Leandro, que integra o Laboratório de Toxicologia do Centro de Estudo em Saúde do Trabalhador e Ecologia Humana da ENSP (Cesteh), comentou que a proposta desta pesquisa foi chamar atenção para os desdobramentos sobre a saúde humana e ambiental que os grandes empreendimentos podem trazer. “Hidrelétricas são uma fonte de energia limpa e renovável, mas o nosso modelo de desenvolvimento faz com que estes grandes projetos sejam concebidos e executados de uma forma incompleta, onde riscos à saúde humana e ambiental não sejam adequadamente dimensionados em etapas de planejamento”, alertou.
O trabalho do aluno faz parte do projeto Inova ENSP 2013-2015 Avaliação de Impacto à Saúde: A construção de uma ferramenta para a gestão socioambiental de projetos de desenvolvimento na Amazônia. Para seu desenvolvimento, selecionou-se como alvo crianças e adolescentes, entre 5 e 17 anos, devido ao fato de ser um grupo pouco estudado e com maior impacto sobre a saúde quando exposto ao metilmercúrio (MeHg).

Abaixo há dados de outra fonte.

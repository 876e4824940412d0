import { describe, expect, it } from "vitest";
import { REGION5_IDEAL, REGION5_RESIDUAL } from "../../../../../lib/thermo/water/tables/region5Coefficients.js";

// Term counts as printed in the IAPWS tables named in the source file (counts from memory of the tables,
// and each table also passes its verification values in the region tests).
describe("region5Coefficients", () => {
  it("region5Coefficients tables have the printed number of terms and equal-length I, J, n", () => {
    const tables: [{ I: readonly number[]; J: readonly number[]; n: readonly number[] }, number, boolean][] = [
      [REGION5_IDEAL, 6, false], // Table 37
      [REGION5_RESIDUAL, 6, true], // Table 38
    ];
    for (const [t, count, hasI] of tables) {
      expect(t.n.length).toBe(count);
      expect(t.J.length).toBe(count);
      expect(t.I.length).toBe(hasI ? count : 0);
      expect(t.n.every((v) => Number.isFinite(v) && v !== 0)).toBe(true);
    }
  });
});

A pesquisa contou com a colaboração das Secretarias de Saúde e Educação de Porto Velho, que aceitaram o desenvolvimento do estudo nas escolas selecionadas e, posteriormente, com seus professores. O trabalho contou ainda com a participação do Laboratório de Absorção Atômica da PUC-Rio, nas análises de Hg em sangue e cabelo.
O foco na população infantojuvenil se deu porque, segundo Leandro, crianças e adolescentes apresentam um metabolismo diferenciado de adultos. “Sua vulnerabilidade a exposições ambientais é aumentada em situações em que questões sociais estão envolvidas, como é o caso dos ribeirinhos. Estes tendem a nascer e crescer numa mesma região, com dietas baseadas em peixes como principal fonte proteica, que podem estar contaminados com Hg. A saúde e educação nestas regiões é fraca. Com isso, problemas de saúde relacionados às exposições ambientais e seus desdobramentos no desenvolvimento e aprendizado infantil são de difícil detecção.
Com seu trabalho, Leandro defendeu que comunidades ribeirinhas isoladas estão sob maior risco de exposição ao mercúrio, consequentemente, têm maiores riscos de alterações no desenvolvimento cognitivo. “O Ministério da Saúde não tem um programa de vigilância voltado para estas populações. E este trabalho mostra a importância do desenvolvimento de estratégias políticas que contemplem questões de saúde ambiental e saúde infantil locais, como programas de monitoramento da exposição”, justificou ele.